EXERCISE INSTRUCTIONS
The lines from the start of the records through the one containing "export interface BoundaryCrosserRates" are to be transcribed exactly, and nothing else.

PROVIDED MATERIAL
········
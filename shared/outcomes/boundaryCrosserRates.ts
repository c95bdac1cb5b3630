import { assertNonNegative, assertValidRanges } from "./validateRanges";

export interface BoundaryCrosserCounts {
  /** Crosses both the base and the top (range-through taxa). */
  nbt: number;
  /** Crosses the base, not the top: last appearance within the interval. */
  nbL: number;
  /** Crosses the top, not the base: first appearance within the interval. */
  nFt: number;
  /** Crosses neither, first and last appearance within [top, base] (single-interval taxa). */
  nFL: number;
}

export interface BoundaryCrosserRates extends BoundaryCrosserCounts {
  /** Per-capita extinction rate per interval, -ln(nbt / (nbt + nbL)). NaN when nbt + nbL = 0; Infinity when nbt = 0 < nbL. */
  q: number;
  /** Per-capita origination rate per interval, -ln(nbt / (nbt + nFt)). NaN when nbt + nFt = 0; Infinity when nbt = 0 < nFt. */
  p: number;
  /** q / (base - top). */
  qPerMyr: number;
  /** p / (base - top). */
  pPerMyr: number;
  /** (nbL + nFL) / (nbt + nbL + nFt + nFL): share of the taxa present that are last seen in the interval. NaN when none. */
  proportionalExtinction: number;
  /** (nFt + nFL) / (nbt + nbL + nFt + nFL): share of the taxa present that are first seen in the interval. NaN when none. */
  proportionalOrigination: number;
  /** Bottom-boundary crossers, nbt + nbL. */
  nb: number;
  /** Top-boundary crossers, nbt + nFt. */
  nt: number;
  /** Taxa present in the interval, nbt + nbL + nFt + nFL. */
  taxonCount: number;
  /** base - top, in Myr. */
  duration: number;
}

/**
 * Sorts each range into Foote's (2000) four classes for the interval from `base` to `top`; a range crosses an
 * age t when fad > t > lad (strictly). Ranges that do not reach into [top, base] count in none. Inputs are
 * assumed valid (see boundaryCrosserRates).
 */
export function countBoundaryCrossers(taxa: ReadonlyArray<{ fad: number; lad: number }>, base: number, top: number): BoundaryCrosserCounts {
  const counts: BoundaryCrosserCounts = { nbt: 0, nbL: 0, nFt: 0, nFL: 0 };
  for (const { fad, lad } of taxa) {
    const crossesBase = fad > base && base > lad;
    const crossesTop = fad > top && top > lad;
    if (crossesBase && crossesTop) counts.nbt++;
    else if (crossesBase) counts.nbL++; // lad in [top, base)
    else if (crossesTop && fad <= base) counts.nFt++;
    else if (fad <= base && lad >= top) counts.nFL++;
  }
  return counts;
}

/**
 * Boundary-crosser counts and per-capita rates for the interval from `base` (older, Ma) to `top` (younger),
 * after Foote (2000, Origination and extinction components of taxonomic diversity: general problems.
 * Paleobiology 26(4) suppl.: 74-102). Ranges are range-through: a taxon is present from fad to lad.
 *   nbt: crosses both base and top; nbL: crosses base, not top; nFt: crosses top, not base, fad <= base;
 *   nFL: crosses neither and lies within [top, base].
 *   q = -ln(nbt / (nbt + nbL)); p = -ln(nbt / (nbt + nFt)); qPerMyr, pPerMyr divide by (base - top);
 *   proportionalExtinction = (nbL + nFL) / (nbt + nbL + nFt + nFL).
 * The rates use boundary crossers only, so single-interval taxa (nFL), which Foote shows to be especially
 * sensitive to preservation and interval length, affect only the proportions. A rate is NaN when there is no
 * crosser to take it from (0/0) and Infinity when all crossers of the boundary are lost; ratesThroughTime turns
 * both into null. Throws for a missing, NaN, negative or inverted range (naming the taxon's index) and
 * unless base > top >= 0.
 *
 * @example
 * boundaryCrosserRates([{ fad: 12, lad: 3 }, { fad: 12, lad: 3 }, { fad: 12, lad: 7 }, { fad: 8, lad: 3 }, { fad: 9, lad: 6 }], 10, 5)
 * // { nbt: 2, nbL: 1, nFt: 1, nFL: 1, q: 0.405465 (= ln 1.5), p: 0.405465, qPerMyr: 0.081093, pPerMyr: 0.081093,
 * //   proportionalExtinction: 0.4, proportionalOrigination: 0.4, nb: 3, nt: 3, taxonCount: 5, duration: 5 }
 */
export function boundaryCrosserRates(taxa: Array<{ fad: number; lad: number }>, base: number, top: number): BoundaryCrosserRates {
  assertNonNegative(base, "base");
  assertNonNegative(top, "top");
  if (!(base > top)) throw new Error(`base ${base} Ma must be older (larger) than top ${top} Ma`);
  assertValidRanges(taxa);
  const counts = countBoundaryCrossers(taxa, base, top);
  const { nbt, nbL, nFt, nFL } = counts;
  const nb = nbt + nbL;
  const nt = nbt + nFt;
  const taxonCount = nbt + nbL + nFt + nFL;
  const duration = base - top;
  // ln(nb / nbt) equals -ln(nbt / nb) but gives +0 rather than -0 when nothing is lost.
  const q = Math.log(nb / nbt);
  const p = Math.log(nt / nbt);
  return {
    ...counts,
    q,
    p,
    qPerMyr: q / duration,
    pPerMyr: p / duration,
    proportionalExtinction: (nbL + nFL) / taxonCount,
    proportionalOrigination: (nFt + nFL) / taxonCount,
    nb,
    nt,
    taxonCount,
    duration,
  };
}
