import { assertNonNegative, assertValidRanges } from "./validateRanges";

export type BoundaryOutcome = "survivor" | "victim" | "excluded";

export interface ClassifyOptions {
  /**
   * Slack, in Myr, allowed at the window's far edge only (lad <= boundary + window + edgeTolerance), so that
   * a window computed as a stage's base minus its top (e.g. 72.2 - 66 = 6.200000000000003) still takes in a
   * last appearance at that stage's base. Default 1e-9 Myr (about nine hours), far below any dated age.
   */
  edgeTolerance?: number;
}

export const DEFAULT_EDGE_TOLERANCE = 1e-9;

/** Outcome of one valid range; shared with outcomeWarnings so the two never disagree. */
export function outcomeOf(fad: number, lad: number, boundary: number, window: number, edgeTolerance: number): BoundaryOutcome {
  if (!(fad > boundary)) return "excluded"; // first seen at or after the boundary: never at risk
  if (lad < boundary) return "survivor"; // range crosses the boundary
  if (lad <= boundary + window + edgeTolerance) return "victim"; // last seen in the window below it
  return "excluded"; // gone before the window
}

/**
 * Outcome of each taxon across a boundary at age `boundary` (Ma), with a window of `window` Myr below it:
 *   'survivor'  fad > boundary and lad < boundary (its range crosses the boundary)
 *   'victim'    fad > boundary and boundary <= lad <= boundary + window (last seen in the window)
 *   'excluded'  everything else: gone before the window, or first seen at or after the boundary.
 * A range touching the boundary only with its last appearance (lad == boundary) is a victim; one starting
 * at the boundary (fad == boundary) is excluded. Ranges are taken as range-through (present from fad to lad).
 * Throws an Error naming the taxon's index for a missing, NaN, negative or inverted (fad < lad) range.
 *
 * @example
 * classifyAcrossBoundary(
 *   [{ fad: 80, lad: 60 }, { fad: 75, lad: 66 }, { fad: 70, lad: 68 }, { fad: 90, lad: 80 }, { fad: 66, lad: 60 }],
 *   66, 6.2,
 * ) // ["survivor", "victim", "victim", "excluded", "excluded"]
 */
export function classifyAcrossBoundary(
  taxa: Array<{ fad: number; lad: number }>,
  boundary: number,
  window: number,
  options: ClassifyOptions = {},
): BoundaryOutcome[] {
  assertNonNegative(boundary, "boundary");
  assertNonNegative(window, "window");
  const edgeTolerance = options.edgeTolerance ?? DEFAULT_EDGE_TOLERANCE;
  assertNonNegative(edgeTolerance, "edgeTolerance");
  assertValidRanges(taxa);
  return taxa.map((t) => outcomeOf(t.fad, t.lad, boundary, window, edgeTolerance));
}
········
ANSWER
filename shared/outcomes/boundaryCrosserRates.ts
repository c95bdac1cb5b3630
import { assertNonNegative, assertValidRanges } from "./validateRanges";

export interface BoundaryCrosserCounts {
  /** Crosses both the base and the top (range-through taxa). */
  nbt: number;
  /** Crosses the base, not the top: last appearance within the interval. */
  nbL: number;
  /** Crosses the top, not the base: first appearance within the interval. */
  nFt: number;
  /** Crosses neither, first and last appearance within [top, base] (single-interval taxa). */
  nFL: number;
}

export interface BoundaryCrosserRates extends BoundaryCrosserCounts {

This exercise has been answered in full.